Please write out the listing exactly, with nothing altered.

━━━ DATA SHOWN

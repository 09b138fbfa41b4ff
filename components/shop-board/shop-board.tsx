'use client';

import Link from 'next/link';
import { usePathname, useRouter } from 'next/navigation';
import { useState } from 'react';
import { Alert } from '@/components/ui/alert';
import { Button } from '@/components/ui/button';
import { EmptyState } from '@/components/ui/empty-state';
import type { RunningOrderDto } from '@/lib/segments/schemas';
import { toolInfo } from '@/lib/safety/tools';
import type { PendingSafetyDto } from '@/lib/safety/schemas';
import { BoardFilterBar, type AssigneeOption, type EpisodeOption } from './board-filters';
import { filtersToSearch, sameFilters, segmentHref, type BoardFilters } from './board-query';
import { DesktopBoard } from './desktop-board';
import { PhoneShotList } from './phone-shot-list';
import { SendToCrew } from './send-to-crew';
import { useShotActions } from './shot-actions';
import { useBoardShots, useEpisodeSegments, type BoardData } from './use-shop-board';
import { RetryAlert } from '@/components/ui/retry-alert';
import { channelPage } from '@/lib/api/paths';
import { countOf } from '@/lib/text/count-of';

type Props = {
  slug: string;
  viewerName: string;
  canMove: boolean;
  /** Null unless the viewer is a Host, who alone may send assignment e-mail. */
  shotMail: { waiting: number } | null;
  initial: { filters: BoardFilters; data: BoardData };
  episodes: EpisodeOption[];
  assignees: AssigneeOption[];
  initialRunningOrder: RunningOrderDto | null;
};

export function ShopBoard({ slug, viewerName, canMove, shotMail, initial, episodes, assignees, initialRunningOrder }: Props) {
  const router = useRouter();
  const pathname = usePathname();
  // Local first so a select answers at once; the URL follows for reloads and links, and Back brings old filters in as props.
  const [filters, setFilters] = useState(initial.filters);
  const [fromServer, setFromServer] = useState(initial.filters);
  if (!sameFilters(fromServer, initial.filters)) {
    setFromServer(initial.filters);
    setFilters(initial.filters);
  }
  const board = useBoardShots(slug, filters, initial);
  const segments = useEpisodeSegments(slug, filters.episodeId, initialRunningOrder);
  const actions = useShotActions(slug, viewerName);

  function changeFilters(next: BoardFilters) {
    setFilters(next);
    const search = filtersToSearch(next);
    router.replace(search ? `${pathname}?${search}` : pathname, { scroll: false });
  }

  const shots = board.data?.shots ?? [];
  // The server narrows the list to an episode; a chosen segment narrows it further.
  const pendingSafety = (board.data?.pendingSafety ?? []).filter((p) => !filters.segmentId || p.segmentId === filters.segmentId);
  const filtered = Object.keys(filters).length > 0;
  const stale = board.isPlaceholderData && board.isFetching;

  return (
    <div className="space-y-5">
      {shotMail ? <SendToCrew slug={slug} initialWaiting={shotMail.waiting} /> : null}

      <BoardFilterBar
        filters={filters}
        onChange={changeFilters}
        episodes={episodes}
        assignees={assignees}
        segments={segments.data?.map((s) => ({ id: s.id, title: s.title }))}
      />

      {pendingSafety.length > 0 ? <PendingSafety slug={slug} pending={pendingSafety} /> : null}

      {!canMove ? (
        <p className="rounded-md border border-paper-edge bg-paper-deep/60 px-3 py-2 text-sm text-ink-soft">
          Read-only: a Host or Shop hand marks shots Captured or Retake.
        </p>
      ) : null}

      {actions.failure ? (
        // On a phone the same message shows on the card itself, next to the button that was pressed.
        // Sticky, so a refusal stays in view while the card that bounced back is far down the board.
        <div className="sticky top-2 z-30 hidden shadow-card md:block">
          <Alert tone="attention">
            <div className="flex flex-wrap items-center justify-between gap-2">
              <span>{actions.failure.message}</span>
              <Button variant="quiet" className="-my-2" onClick={actions.dismiss}>
                Dismiss
              </Button>
            </div>
          </Alert>
        </div>
      ) : null}

      <p role="status" className="min-h-5 text-sm text-ink-soft">
        {stale ? 'Loading shots…' : board.data && !(board.isError && board.isPlaceholderData) ? countText(shots.length, filtered) : ''}
      </p>

      {board.isError ? (
        <RetryAlert title="Could not load the shots." onRetry={() => void board.refetch()}>
          {board.error.message} The board below may be out of date.
        </RetryAlert>
      ) : null}

      {!board.data && board.isPending ? (
        <div aria-hidden="true" className="h-48 animate-pulse rounded-card bg-paper-deep" />
      ) : shots.length === 0 ? (
        <EmptyState
          title={filtered ? 'No shots match these filters.' : 'No shots planned yet.'}
          action={
            filtered ? (
              <Button variant="secondary" onClick={() => changeFilters({})}>
                Clear filters
              </Button>
            ) : undefined
          }
        >
          {filtered ? (
            'Try another episode, assignee or camera.'
          ) : (
            <>
              Shots are planned on each segment page of an{' '}
              <Link href={channelPage(slug, 'episodes')} className="text-blueprint underline">
                episode
              </Link>
              ; they show here by state for the shop.
            </>
          )}
        </EmptyState>
      ) : (
        <div className={`transition-opacity ${stale ? 'opacity-60' : ''}`} aria-busy={stale || undefined}>
          <DesktopBoard slug={slug} shots={shots} canMove={canMove} onMove={actions.move} askRetake={actions.askRetake} />
          <PhoneShotList slug={slug} shots={shots} actions={canMove ? actions : null} />
        </div>
      )}
      {actions.dialog}
    </div>
  );
}

function countText(n: number, filtered: boolean): string {
  const shots = countOf(n, 'shot', 'shots');
  return filtered ? `${shots} ${n === 1 ? 'matches' : 'match'} these filters.` : `${shots}.`;
}

function PendingSafety({ slug, pending }: { slug: string; pending: PendingSafetyDto[] }) {
  return (
    <Alert tone="attention" title="Waiting for a Host's safety review:">
      <ul className="mt-1 space-y-0.5">
        {pending.map((p) => (
          <li key={p.segmentId} className="flex flex-wrap items-baseline gap-x-2">
            <Link
              href={segmentHref(slug, p.episodeId, p.segmentId)}
              className="inline-flex min-h-touch items-center font-bold underline underline-offset-2 md:min-h-0 md:py-1"
            >
              {p.segmentTitle}
            </Link>
            <span className="text-xs">
              {p.episodeTitle} · {p.tools.map((t) => toolInfo[t].label).join(', ')}
            </span>
          </li>
        ))}
      </ul>
      <p className="mt-1">Their shots can be marked Captured once a Host has reviewed the tool cautions on the segment page.</p>
    </Alert>
  );
}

━━━━━━

__SOLUTION TO THIS PROBLEM__.
repository 09b138fbfa41b4ff
filename components/shop-board/shop-board.tsx
'use client';

import Link from 'next/link';
import { usePathname, useRouter } from 'next/navigation';
import { useState } from 'react';
import { Alert } from '@/components/ui/alert';
import { Button } from '@/components/ui/button';
import { EmptyState } from '@/components/ui/empty-state';
import type { RunningOrderDto } from '@/lib/segments/schemas';
import { toolInfo } from '@/lib/safety/tools';
import type { PendingSafetyDto } from '@/lib/safety/schemas';
import { BoardFilterBar, type AssigneeOption, type EpisodeOption } from './board-filters';
import { filtersToSearch, sameFilters, segmentHref, type BoardFilters } from './board-query';
import { DesktopBoard } from './desktop-board';
import { PhoneShotList } from './phone-shot-list';
import { SendToCrew } from './send-to-crew';
import { useShotActions } from './shot-actions';
import { useBoardShots, useEpisodeSegments, type BoardData } from './use-shop-board';
import { RetryAlert } from '@/components/ui/retry-alert';
import { channelPage } from '@/lib/api/paths';
import { countOf } from '@/lib/text/count-of';

type Props = {
  slug: string;
  viewerName: string;
  canMove: boolean;
  /** Null unless the viewer is a Host, who alone may send assignment e-mail. */
  shotMail: { waiting: number } | null;
  initial: { filters: BoardFilters; data: BoardData };
  episodes: EpisodeOption[];
  assignees: AssigneeOption[];
  initialRunningOrder: RunningOrderDto | null;
};

export function ShopBoard({ slug, viewerName, canMove, shotMail, initial, episodes, assignees, initialRunningOrder }: Props) {
  const router = useRouter();
  const pathname = usePathname();
  // Local first so a select answers at once; the URL follows for reloads and links, and Back brings old filters in as props.
  const [filters, setFilters] = useState(initial.filters);
  const [fromServer, setFromServer] = useState(initial.filters);
  if (!sameFilters(fromServer, initial.filters)) {
    setFromServer(initial.filters);
    setFilters(initial.filters);
  }
  const board = useBoardShots(slug, filters, initial);
  const segments = useEpisodeSegments(slug, filters.episodeId, initialRunningOrder);
  const actions = useShotActions(slug, viewerName);

  function changeFilters(next: BoardFilters) {
    setFilters(next);
    const search = filtersToSearch(next);
    router.replace(search ? `${pathname}?${search}` : pathname, { scroll: false });
  }

  const shots = board.data?.shots ?? [];
  // The server narrows the list to an episode; a chosen segment narrows it further.
  const pendingSafety = (board.data?.pendingSafety ?? []).filter((p) => !filters.segmentId || p.segmentId === filters.segmentId);
  const filtered = Object.keys(filters).length > 0;
  const stale = board.isPlaceholderData && board.isFetching;

  return (
    <div className="space-y-5">
      {shotMail ? <SendToCrew slug={slug} initialWaiting={shotMail.waiting} /> : null}

      <BoardFilterBar
        filters={filters}
        onChange={changeFilters}
        episodes={episodes}
        assignees={assignees}
        segments={segments.data?.map((s) => ({ id: s.id, title: s.title }))}
      />

      {pendingSafety.length > 0 ? <PendingSafety slug={slug} pending={pendingSafety} /> : null}

      {!canMove ? (
        <p className="rounded-md border border-paper-edge bg-paper-deep/60 px-3 py-2 text-sm text-ink-soft">
          Read-only: a Host or Shop hand marks shots Captured or Retake.
        </p>
      ) : null}

      {actions.failure ? (
        // On a phone the same message shows on the card itself, next to the button that was pressed.
        // Sticky, so a refusal stays in view while the card that bounced back is far down the board.
        <div className="sticky top-2 z-30 hidden shadow-card md:block">
          <Alert tone="attention">
            <div className="flex flex-wrap items-center justify-between gap-2">
              <span>{actions.failure.message}</span>
              <Button variant="quiet" className="-my-2" onClick={actions.dismiss}>
                Dismiss
              </Button>
            </div>
          </Alert>
        </div>
      ) : null}

      <p role="status" className="min-h-5 text-sm text-ink-soft">
        {stale ? 'Loading shots…' : board.data && !(board.isError && board.isPlaceholderData) ? countText(shots.length, filtered) : ''}
      </p>

      {board.isError ? (
        <RetryAlert title="Could not load the shots." onRetry={() => void board.refetch()}>
          {board.error.message} The board below may be out of date.
        </RetryAlert>
      ) : null}

      {!board.data && board.isPending ? (
        <div aria-hidden="true" className="h-48 animate-pulse rounded-card bg-paper-deep" />
      ) : shots.length === 0 ? (
        <EmptyState
          title={filtered ? 'No shots match these filters.' : 'No shots planned yet.'}
          action={
            filtered ? (
              <Button variant="secondary" onClick={() => changeFilters({})}>
                Clear filters
              </Button>
            ) : undefined
          }
        >
          {filtered ? (
            'Try another episode, assignee or camera.'
          ) : (
            <>
              Shots are planned on each segment page of an{' '}
              <Link href={channelPage(slug, 'episodes')} className="text-blueprint underline">
                episode
              </Link>
              ; they show here by state for the shop.
            </>
          )}
        </EmptyState>
      ) : (
        <div className={`transition-opacity ${stale ? 'opacity-60' : ''}`} aria-busy={stale || undefined}>
          <DesktopBoard slug={slug} shots={shots} canMove={canMove} onMove={actions.move} askRetake={actions.askRetake} />
          <PhoneShotList slug={slug} shots={shots} actions={canMove ? actions : null} />
        </div>
      )}
      {actions.dialog}
    </div>
  );
}

function countText(n: number, filtered: boolean): string {
  const shots = countOf(n, 'shot', 'shots');
  return filtered ? `${shots} ${n === 1 ? 'matches' : 'match'} these filters.` : `${shots}.`;
}

function PendingSafety({ slug, pending }: { slug: string; pending: PendingSafetyDto[] }) {
  return (
    <Alert tone="attention" title="Waiting for a Host's safety review:">
      <ul className="mt-1 space-y-0.5">
        {pending.map((p) => (
          <li key={p.segmentId} className="flex flex-wrap items-baseline gap-x-2">
            <Link
              href={segmentHref(slug, p.episodeId, p.segmentId)}
              className="inline-flex min-h-touch items-center font-bold underline underline-offset-2 md:min-h-0 md:py-1"
            >
              {p.segmentTitle}
            </Link>
            <span className="text-xs">
              {p.episodeTitle} · {p.tools.map((t) => toolInfo[t].label).join(', ')}
            </span>
          </li>
        ))}
      </ul>
      <p className="mt-1">Their shots can be marked Captured once a Host has reviewed the tool cautions on the segment page.</p>
    </Alert>
  );
}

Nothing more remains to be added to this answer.